# Entries shown

****************************************

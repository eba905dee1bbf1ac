#pragma once
// The options that choose how bitterness is computed (--model, --pellet-factor, --calibration,
// --brewhouse or BINE_BREWHOUSE), bound and read the same way by every command that computes IBU.
#include <CLI/CLI.hpp>
#include <string>

#include "cli/option_values.hpp"
#include "engine/bitterness.hpp"

namespace bine::cli {

struct BitternessOptions {
  std::string model;  // empty: tinseth, or the profile's
  std::string pellet_factor;
  std::string calibration;
  std::string brewhouse;  // empty: $BINE_BREWHOUSE, if set
};

/// Adds --model and --pellet-factor (the model a calibration fits) to `command`.
void add_model_options(CLI::App* command, BitternessOptions& options);
/// Adds --model, --pellet-factor, --calibration and --brewhouse to `command`.
void add_bitterness_options(CLI::App* command, BitternessOptions& options);

/// Adds --alpha-tolerance (a certificate's alpha tolerance for the IBU intervals) to `command`.
void add_alpha_tolerance_option(CLI::App* command, std::string& tolerance);
/// The tolerance --alpha-tolerance gives, in % of the value (default kDefaultCertificateTolerancePercent).
double read_alpha_tolerance(OptionReader& reader, const std::string& tolerance);

/// The model and pellet factor the options give; problems go to `reader`.
BitternessSettings read_model_options(OptionReader& reader, const BitternessOptions& options);
/// The settings the options give, with the brewhouse profile's model, pellet factor and factors when
/// --brewhouse (else BINE_BREWHOUSE) names one; problems go to `reader`.
BitternessSettings read_bitterness_options(OptionReader& reader, const BitternessOptions& options);

}  // namespace bine::cli
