#include "cli/html_output.hpp"

#include "cli/commands.hpp"
#include "cli/option_values.hpp"
#include "io/file_io.hpp"

namespace bine::cli {

void add_html_option(CLI::App* command, std::string& file) {
  command
      ->add_option("--html", file,
                   "also write a printable HTML sheet (tables, charts, cautions; one file, no script) to FILE")
      ->check(output_file_name());
}

html::PageMeta page_meta(const DataSet* data, const std::string& recipe, const std::string& stock,
                         const std::string& given) {
  html::PageMeta meta;
  meta.written_on = format_date(today());
  meta.version = BINE_VERSION;
  if (data)
    for (const CatalogSource& source : data->sources)
      meta.sources.push_back({"catalog", source.name + " (" + source.file + ")", source.demo});
  if (!recipe.empty()) meta.sources.push_back({"recipe", recipe, false});
  if (!stock.empty()) meta.sources.push_back({"stock", stock, false});
  if (!given.empty()) meta.sources.push_back({"command line", given, false});
  return meta;
}

void write_html(const std::string& file, const std::function<std::string()>& render) {
  if (!file.empty()) write_file_atomically(file, render());
}

}  // namespace bine::cli
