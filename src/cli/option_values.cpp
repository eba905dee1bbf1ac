#include "cli/option_values.hpp"

#include <fmt/format.h>

#include <charconv>
#include <chrono>
#include <cmath>
#include <ctime>

#include "model/errors.hpp"
#include "model/names.hpp"

namespace bine::cli {

// The brewer's calendar date: local time (TZ), not UTC, so at 00:30 in UTC+14 it is already today.
Date today() {
  ::tzset();  // localtime_r need not read TZ itself (POSIX)
  const std::time_t now = std::time(nullptr);
  std::tm local{};
  if (::localtime_r(&now, &local) == nullptr)
    return std::chrono::floor<std::chrono::days>(std::chrono::system_clock::now());
  const std::chrono::year_month_day date{std::chrono::year(local.tm_year + 1900),
                                         std::chrono::month(static_cast<unsigned>(local.tm_mon + 1)),
                                         std::chrono::day(static_cast<unsigned>(local.tm_mday))};
  return std::chrono::sys_days(date);
}

std::optional<double> OptionReader::quantity(std::string_view option, std::string_view text, Dimension dimension,
                                             const Bounds& bounds) {
  const ParsedQuantity parsed = parse_quantity(text, dimension);
  if (!parsed.value) {
    add(fmt::format("{}: {}", option, parsed.error));
    return std::nullopt;
  }
  if (auto problem = bounds_problem(*parsed.value, dimension, bounds)) {
    add(fmt::format("{}: {}", option, *problem));
    return std::nullopt;
  }
  return parsed.value;
}

std::optional<double> OptionReader::optional_quantity(std::string_view option, std::string_view text,
                                                      Dimension dimension, const Bounds& bounds) {
  if (text.empty()) return std::nullopt;
  return quantity(option, text, dimension, bounds);
}

std::optional<std::size_t> OptionReader::count(std::string_view option, std::string_view text, const Bounds& bounds,
                                               std::size_t fallback) {
  if (text.empty()) return fallback;
  const std::string_view trimmed = trim_space(text);
  long long value = 0;
  const auto [end, error] = std::from_chars(trimmed.data(), trimmed.data() + trimmed.size(), value);
  if (error != std::errc() || end != trimmed.data() + trimmed.size() || trimmed.empty()) {
    add(fmt::format("{}: \"{}\" is not a whole number", option, text));
    return std::nullopt;
  }
  if (static_cast<double>(value) < bounds.min || static_cast<double>(value) > bounds.max) {
    add(fmt::format("{}: {} is outside the range for {} (expected {:g}-{:g})", option, value, bounds.what, bounds.min,
                    bounds.max));
    return std::nullopt;
  }
  return static_cast<std::size_t>(value);
}

std::optional<Date> OptionReader::date(std::string_view option, std::string_view text) {
  if (auto parsed = parse_date(text)) return parsed;
  add(fmt::format("{}: \"{}\": not a date (expected YYYY-MM-DD, a day that exists)", option, text));
  return std::nullopt;
}

std::optional<BrewDay> OptionReader::brew_day(std::string_view text) {
  if (text.empty()) return BrewDay{today(), true};
  if (auto parsed = date("--on", text)) return BrewDay{*parsed, false};
  return std::nullopt;
}

void OptionReader::require(bool condition, std::string line) {
  if (!condition) add(std::move(line));
}

void OptionReader::throw_if_any() const {
  if (problems_.empty()) return;
  if (problems_.size() <= kMaxProblemLines) throw InputError(problems_);
  std::vector<std::string> lines(problems_.begin(), problems_.begin() + kMaxProblemLines);
  lines.push_back(more_problems_line("", problems_.size() - kMaxProblemLines));
  throw InputError(std::move(lines));
}

}  // namespace bine::cli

****************************************

# Directions for this task
Across the data above, count every line with "brewhouse" in it and write only the total.

# Finished exercise
5